Project Duration: January 2023 - March 2024
- Worked as a research intern at the Multi-Robot Autonomy Lab at IISER Bhopal under the guidance of Dr. P. B. Sujit and Dr. Manoj Kumar Tripathi.
- Co-developed CFDMPC, a novel framework integrating PINN-based wind field estimation with NMPC (CasADi/IPOPT) for wind-aware UAV path planning in cluttered environments, achieving 100% collision-free navigation across all obstacle configurations while the constant-wind baseline crashed in every multi-obstacle scenario.
- Trained a data-free PINN using DeepXDE (TensorFlow backend) to solve steady-state RANS equations without precomputed simulation data, enabling millisecond-level wind field inference at arbitrary spatial locations compared to 5 wall-clock hours for traditional CFD solvers.
- Validated robustness under randomized inlet velocities and directions; demonstrated PINN-predicted wind fields outperform panel-method estimates that misguide the planner into turbulent high-shear gap regions between obstacles, reducing control effort ~9% vs. a full CFD-driven planner.
Project Duration: June 2022 - July 2022
- Developed Prota: The ROS Bot as part of the e-Yantra Summer Internship, a low-cost open-source educational autonomous ground vehicle designed to teach ROS, SLAM, and navigation from the ground up.

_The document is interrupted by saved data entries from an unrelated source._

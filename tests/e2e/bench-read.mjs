// Browser benchmark (prints figures, asserts nothing): reads the same generated CSV as
// `spinney bench read` in the page's worker (wasm) and prints the worker's read time,
// throughput and wasm memory. Run after `trunk build --offline --release` and
// `target/release/spinney bench read --mb 100` (which writes bench-data/read-100mb.csv):
//   node tests/e2e/bench-read.mjs [MB]
import { chromium } from 'playwright-core';
import { existsSync, statSync } from 'node:fs';
import { dirname, join } from 'node:path';
import { fileURLToPath } from 'node:url';
import { serve } from '../../scripts/static-server.mjs';

const root = join(dirname(fileURLToPath(import.meta.url)), '..', '..');
const mb = process.argv[2] ?? '100';
const file = join(root, 'bench-data', `read-${mb}mb.csv`);
if (!existsSync(file)) {
  console.error(`${file} is missing: run target/release/spinney bench read --mb ${mb} first`);
  process.exit(2);
}
const size = statSync(file).size;
const server = await serve(join(root, 'dist'), 0);
const browser = await chromium.launch({
  executablePath: process.env.CHROMIUM ?? '/usr/bin/chromium',
  args: ['--headless', '--no-sandbox', '--disable-gpu', '--disable-quic', '--no-first-run',
    '--disable-background-networking', '--disable-component-update', '--disable-sync'],
});
try {
  const page = await browser.newPage();
  await page.goto(`http://127.0.0.1:${server.address().port}/index.html`);
  await page.waitForSelector('#app[data-ready=yes]');
  for (let run = 1; run <= 2; run++) {
    const t0 = Date.now();
    await page.setInputFiles('#file-input', file);
    await page.waitForFunction((n) => document.querySelector('#data-result')?.dataset.readSeconds
      && document.querySelector('.facts')?.textContent.includes(n), `read-${mb}mb.csv`, { timeout: 600000 });
    const wall = (Date.now() - t0) / 1000;
    const secs = Number(await page.getAttribute('#data-result', 'data-read-seconds'));
    const mem = Number(await page.getAttribute('#data-result', 'data-worker-memory'));
    console.log(`browser (wasm, worker) run ${run}: read ${secs.toFixed(3)} s = ${(size / 1e6 / secs).toFixed(0)} MB/s; ` +
      `whole load incl. transfer and summary ${wall.toFixed(2)} s; worker wasm memory ${(mem / 1e6).toFixed(0)} MB = ` +
      `${(mem / size).toFixed(2)} x the file (holds the file bytes and the table)`);
    await page.click('#demo-survey'); // load something else so the next run starts clean
    await page.waitForFunction(() => document.querySelector('.facts')?.textContent.includes('field-survey'));
  }
} finally {
  await browser.close();
  server.close();
}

- Integrated LiDAR, IMU, optical encoders, depth camera, and proximity sensors on a Raspberry Pi; calibrated and synchronized all sensor streams for reliable odometry and localization in a GPS-denied environment.
- Deployed GMapping and Hector SLAM, used AMCL for localization and ROS move_base for autonomous navigation; validated the full navigation stack first in Gazebo/RViz simulation and then on physical hardware.